PROBLEM STATEMENT
Repeat the data below with no changes.

Dataset entries
──────────

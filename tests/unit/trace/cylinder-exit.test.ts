import { describe, expect, it } from 'vitest';
import { cylinderExit } from '../../../src/lib/trace/cylinder-exit';
import * as S from '../../../src/lib/trace/surfaces';
import { EPS, assertInDelta } from '../../support/assert';

const hit = new Float64Array(1);
const shell = Float64Array.of(2, 1); // R = 2 mm, h = 1 mm
const ray = (x: number, y: number, z: number, dx: number, dy: number, dz: number) => {
  const n = Math.hypot(dx, dy, dz);
  return Float64Array.of(x, y, z, dx / n, dy / n, dz / n);
};

describe('cylinderExit(ray, shell, hit)', () => {
  it('leaves a horizontal ray from the axis through the wall at t = R (2 ε)', () => {
    expect(cylinderExit(ray(0, 0, 0.5, 0.6, 0.8, 0), shell, hit)).toBe(S.CYLINDER_SIDE);
    assertInDelta(hit[0], 2, 2 * 2 * EPS);
  });

  it('leaves a steep ray through the flat top at t = (h − z)/dz (2 ε)', () => {
    const r = ray(0, 0, 0.2, 0.1, 0, 1);
    expect(cylinderExit(r, shell, hit)).toBe(S.CYLINDER_TOP);
    assertInDelta(hit[0], 0.8 / r[5], 2 * EPS);
  });

  it('meets the wall at x² + y² = R² from an off-axis point (1e-14)', () => {
    const r = ray(1, 0.5, 0.1, -0.3, 0.9, 0.05);
    expect(cylinderExit(r, shell, hit)).toBe(S.CYLINDER_SIDE);
    const x = r[0] + hit[0] * r[3];
    const y = r[1] + hit[0] * r[4];
    assertInDelta(x * x + y * y, 4, 1e-14);
  });

  it('finds no wall or top for a ray going straight down (the base is the caller’s)', () => {
    expect(cylinderExit(ray(0.5, 0, 0.5, 0, 0, -1), shell, hit)).toBe(S.SURFACE_NONE);
    expect(hit[0]).toBe(Infinity);
  });
});
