/**
 * The scene-model tracer against the tallies recorded from the tracer it replaced (special-cased box
 * chip, base plane, dome / cylinder / none): bit for bit on the same seeds. The fixture and its
 * generator are in tests/fixtures/trace-ledgers.*.
 */
import { describe, expect, it } from 'vitest';
import { traceSync } from '../../../src/lib/trace/trace';
import recorded from '../../fixtures/trace-ledgers.json';
import { LEDGER_CASES } from '../../fixtures/trace-ledgers.packages';

describe('the scene-model tracer reproduces the special-cased tracer exactly', () => {
  it.each(LEDGER_CASES.map((c, i) => [c.name, c, recorded[i]] as const))('%s', (name, c, before) => {
    expect(before.name).toBe(name);
    const t = traceSync(c.pkg, { rays: c.rays, seed: c.seed, maxEvents: c.maxEvents });
    for (const [key, value] of Object.entries(before.counts)) expect(t[key as keyof typeof t], key).toBe(value);
    expect(Array.from(t.polarHistogram)).toEqual(before.polarHistogram);
    expect(Object.values(t.parts).reduce((a, b) => a + b, 0)).toBe(c.rays);
  });
});
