import { describe, expect, it } from 'vitest';
import { compileScene } from '../../../src/lib/trace/compile-scene';
import { packageScene } from '../../../src/lib/trace/package-scene';
import type { SceneDescription } from '../../../src/lib/trace/scene';
import { BOUNDARY_BOX, BOUNDARY_LIST, MEDIUM_STRIDE, M_BOUNDARY, M_LIST_COUNT, SURFACE_STRIDE, S_BEHAVIOUR, BEHAVIOUR_MIRROR } from '../../../src/lib/trace/scene-layout';
import { domePackage } from '../../support/fixtures';

describe('compileScene(description)', () => {
  const scene = compileScene(packageScene(domePackage()));

  it('names the ledger bins: the two lost bins first, then absorbing media, absorbing surfaces, escapes', () => {
    expect(scene.binNames).toEqual(['lost:event cap', 'lost:geometry error', 'medium:chip', 'medium:encapsulant', 'surface:base', 'escaped:dome']);
    expect(scene.binGroups).toEqual(['lost', 'lost', 'absorbedChip', 'absorbedEncapsulant', 'absorbedBase', 'escaped']);
  });

  it('packs the chip as a box medium and the encapsulant as a list of its bounding surfaces', () => {
    expect(scene.media[0 * MEDIUM_STRIDE + M_BOUNDARY]).toBe(BOUNDARY_BOX);
    expect(scene.media[1 * MEDIUM_STRIDE + M_BOUNDARY]).toBe(BOUNDARY_LIST);
    // five chip faces, the base and the dome
    expect(scene.media[1 * MEDIUM_STRIDE + M_LIST_COUNT]).toBe(7);
    expect(scene.surfaces[scene.surfaceNames.indexOf('base') * SURFACE_STRIDE + S_BEHAVIOUR]).toBe(BEHAVIOUR_MIRROR);
  });

  it('refuses inconsistent descriptions with a message naming the part', () => {
    const d = packageScene(domePackage());
    const dup: SceneDescription = { ...d, media: [...d.media, d.media[0]] };
    expect(() => compileScene(dup)).toThrow(/duplicate medium name 'chip'/);
    const open: SceneDescription = { ...d, surfaces: d.surfaces.map((s) => (s.name === 'dome' ? { ...s, front: null } : s)) };
    expect(() => compileScene(open)).toThrow(/surface 'dome' is an interface and needs a medium on both sides/);
    const unknown: SceneDescription = { ...d, emitter: { ...d.emitter, medium: 'nowhere' } };
    expect(() => compileScene(unknown)).toThrow(/unknown medium 'nowhere'/);
  });
});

──────────

ANSWER SPACE
filename tests/unit/trace/cylinder-exit.test.ts
import { describe, expect, it } from 'vitest';
import { cylinderExit } from '../../../src/lib/trace/cylinder-exit';
import * as S from '../../../src/lib/trace/surfaces';
import { EPS, assertInDelta } from '../../support/assert';

const hit = new Float64Array(1);
const shell = Float64Array.of(2, 1); // R = 2 mm, h = 1 mm
const ray = (x: number, y: number, z: number, dx: number, dy: number, dz: number) => {
  const n = Math.hypot(dx, dy, dz);
  return Float64Array.of(x, y, z, dx / n, dy / n, dz / n);
};

describe('cylinderExit(ray, shell, hit)', () => {
  it('leaves a horizontal ray from the axis through the wall at t = R (2 ε)', () => {
    expect(cylinderExit(ray(0, 0, 0.5, 0.6, 0.8, 0), shell, hit)).toBe(S.CYLINDER_SIDE);
    assertInDelta(hit[0], 2, 2 * 2 * EPS);
  });

  it('leaves a steep ray through the flat top at t = (h − z)/dz (2 ε)', () => {
    const r = ray(0, 0, 0.2, 0.1, 0, 1);
    expect(cylinderExit(r, shell, hit)).toBe(S.CYLINDER_TOP);
    assertInDelta(hit[0], 0.8 / r[5], 2 * EPS);
  });

  it('meets the wall at x² + y² = R² from an off-axis point (1e-14)', () => {
    const r = ray(1, 0.5, 0.1, -0.3, 0.9, 0.05);
    expect(cylinderExit(r, shell, hit)).toBe(S.CYLINDER_SIDE);
    const x = r[0] + hit[0] * r[3];
    const y = r[1] + hit[0] * r[4];
    assertInDelta(x * x + y * y, 4, 1e-14);
  });

  it('finds no wall or top for a ray going straight down (the base is the caller’s)', () => {
    expect(cylinderExit(ray(0.5, 0, 0.5, 0, 0, -1), shell, hit)).toBe(S.SURFACE_NONE);
    expect(hit[0]).toBe(Infinity);
  });
});
/**
 * The scene-model tracer against the tallies recorded from the tracer it replaced (special-cased box
 * chip, base plane, dome / cylinder / none): bit for bit on the same seeds. The fixture and its
 * generator are in tests/fixtures/trace-ledgers.*.
 */
import { describe, expect, it } from 'vitest';
import { traceSync } from '../../../src/lib/trace/trace';
import recorded from '../../fixtures/trace-ledgers.json';
import { LEDGER_CASES } from '../../fixtures/trace-ledgers.packages';

describe('the scene-model tracer reproduces the special-cased tracer exactly', () => {
  it.each(LEDGER_CASES.map((c, i) => [c.name, c, recorded[i]] as const))('%s', (name, c, before) => {
    expect(before.name).toBe(name);
    const t = traceSync(c.pkg, { rays: c.rays, seed: c.seed, maxEvents: c.maxEvents });
    for (const [key, value] of Object.entries(before.counts)) expect(t[key as keyof typeof t], key).toBe(value);
    expect(Array.from(t.polarHistogram)).toEqual(before.polarHistogram);
    expect(Object.values(t.parts).reduce((a, b) => a + b, 0)).toBe(c.rays);
  });
});
import { describe, expect, it } from 'vitest';
import { compileScene } from '../../../src/lib/trace/compile-scene';
import { packageScene } from '../../../src/lib/trace/package-scene';
import type { SceneDescription } from '../../../src/lib/trace/scene';
import { BOUNDARY_BOX, BOUNDARY_LIST, MEDIUM_STRIDE, M_BOUNDARY, M_LIST_COUNT, SURFACE_STRIDE, S_BEHAVIOUR, BEHAVIOUR_MIRROR } from '../../../src/lib/trace/scene-layout';
import { domePackage } from '../../support/fixtures';

describe('compileScene(description)', () => {
  const scene = compileScene(packageScene(domePackage()));

  it('names the ledger bins: the two lost bins first, then absorbing media, absorbing surfaces, escapes', () => {
    expect(scene.binNames).toEqual(['lost:event cap', 'lost:geometry error', 'medium:chip', 'medium:encapsulant', 'surface:base', 'escaped:dome']);
    expect(scene.binGroups).toEqual(['lost', 'lost', 'absorbedChip', 'absorbedEncapsulant', 'absorbedBase', 'escaped']);
  });

  it('packs the chip as a box medium and the encapsulant as a list of its bounding surfaces', () => {
    expect(scene.media[0 * MEDIUM_STRIDE + M_BOUNDARY]).toBe(BOUNDARY_BOX);
    expect(scene.media[1 * MEDIUM_STRIDE + M_BOUNDARY]).toBe(BOUNDARY_LIST);
    // five chip faces, the base and the dome
    expect(scene.media[1 * MEDIUM_STRIDE + M_LIST_COUNT]).toBe(7);
    expect(scene.surfaces[scene.surfaceNames.indexOf('base') * SURFACE_STRIDE + S_BEHAVIOUR]).toBe(BEHAVIOUR_MIRROR);
  });

  it('refuses inconsistent descriptions with a message naming the part', () => {
    const d = packageScene(domePackage());
    const dup: SceneDescription = { ...d, media: [...d.media, d.media[0]] };
    expect(() => compileScene(dup)).toThrow(/duplicate medium name 'chip'/);
    const open: SceneDescription = { ...d, surfaces: d.surfaces.map((s) => (s.name === 'dome' ? { ...s, front: null } : s)) };
    expect(() => compileScene(open)).toThrow(/surface 'dome' is an interface and needs a medium on both sides/);
    const unknown: SceneDescription = { ...d, emitter: { ...d.emitter, medium: 'nowhere' } };
    expect(() => compileScene(unknown)).toThrow(/unknown medium 'nowhere'/);
  });
});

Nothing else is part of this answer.